*** Record excerpts Section Begins ***
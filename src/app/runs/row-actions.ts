import { ChangeDetectionStrategy, Component, signal } from '@angular/core';
import { MatIconModule } from '@angular/material/icon';
import { MatTooltipModule } from '@angular/material/tooltip';
import type { ICellRendererAngularComp } from 'ag-grid-angular';
import type { ICellRendererParams } from 'ag-grid-community';
import type { Run } from '../studies/study-types';
import type { GridContext, RowActionKind } from './run-grid';

/** Per-run buttons in the sheet: files, history, remove/restore. Viewers get files and history only. */
@Component({
  selector: 'sm-row-actions',
  changeDetection: ChangeDetectionStrategy.OnPush,
  imports: [MatIconModule, MatTooltipModule],
  template: `
    @if (run(); as r) {
      <button type="button" class="act" (click)="act('attachments')" [attr.aria-label]="'Files of run ' + r.code + ': ' + r.attachmentCount" matTooltip="Files" data-action="attachments">
        <mat-icon>attach_file</mat-icon><span class="count">{{ r.attachmentCount }}</span>
      </button>
      <button type="button" class="act" (click)="act('history')" [attr.aria-label]="'History of run ' + r.code" matTooltip="History" data-action="history">
        <mat-icon>history</mat-icon>
      </button>
      @if (canEdit()) {
        @if (r.removedAt === null) {
          <button type="button" class="act" (click)="act('remove')" [attr.aria-label]="'Remove run ' + r.code" matTooltip="Remove run (with a reason)" data-action="remove">
            <mat-icon>delete</mat-icon>
          </button>
        } @else {
          <button type="button" class="act" (click)="act('restore')" [attr.aria-label]="'Restore run ' + r.code" matTooltip="Restore run" data-action="restore">
            <mat-icon>restore_from_trash</mat-icon>
          </button>
        }
      }
    }
  `,
  styles: `
    :host {
      display: flex;
      gap: 2px;
      align-items: center;
      height: 100%;
      text-decoration: none;
    }
    .act {
      display: inline-flex;
      align-items: center;
      gap: 2px;
      border: 0;
      background: transparent;
      color: var(--mat-sys-on-surface-variant);
      border-radius: 6px;
      padding: 2px 4px;
      cursor: pointer;
      font: inherit;
      mat-icon {
        font-size: 18px;
        width: 18px;
        height: 18px;
      }
      &:hover,
      &:focus-visible {
        background: var(--mat-sys-surface-container-high);
        color: var(--mat-sys-on-surface);
      }
    }
    .count {
      font-variant-numeric: tabular-nums;
    }
  `,
})
export class RowActions implements ICellRendererAngularComp {
  protected readonly run = signal<Run | null>(null);
  protected readonly canEdit = signal(false);
  private context: GridContext | null = null;

  agInit(params: ICellRendererParams<Run, unknown, GridContext>): void {
    this.refresh(params);
  }

  refresh(params: ICellRendererParams<Run, unknown, GridContext>): boolean {
    this.run.set(params.data ?? null);
    this.context = params.context;
    this.canEdit.set(params.context.canEdit);
    return true;
  }

  protected act(kind: RowActionKind): void {
    const run = this.run();
    if (run) this.context?.rowAction(kind, run);
  }
}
*** Record excerpts Section Ends ***
> [What to produce] Write out exactly the final stretch of the listing above, beginning at the line that contains "font-variant-numeric: tabular-nums;" and ending at its last line, with nothing added.

> [Task response]
      font-variant-numeric: tabular-nums;
    }
  `,
})
export class RowActions implements ICellRendererAngularComp {
  protected readonly run = signal<Run | null>(null);
  protected readonly canEdit = signal(false);
  private context: GridContext | null = null;

  agInit(params: ICellRendererParams<Run, unknown, GridContext>): void {
    this.refresh(params);
  }

  refresh(params: ICellRendererParams<Run, unknown, GridContext>): boolean {
    this.run.set(params.data ?? null);
    this.context = params.context;
    this.canEdit.set(params.context.canEdit);
    return true;
  }

  protected act(kind: RowActionKind): void {
    const run = this.run();
    if (run) this.context?.rowAction(kind, run);
  }
}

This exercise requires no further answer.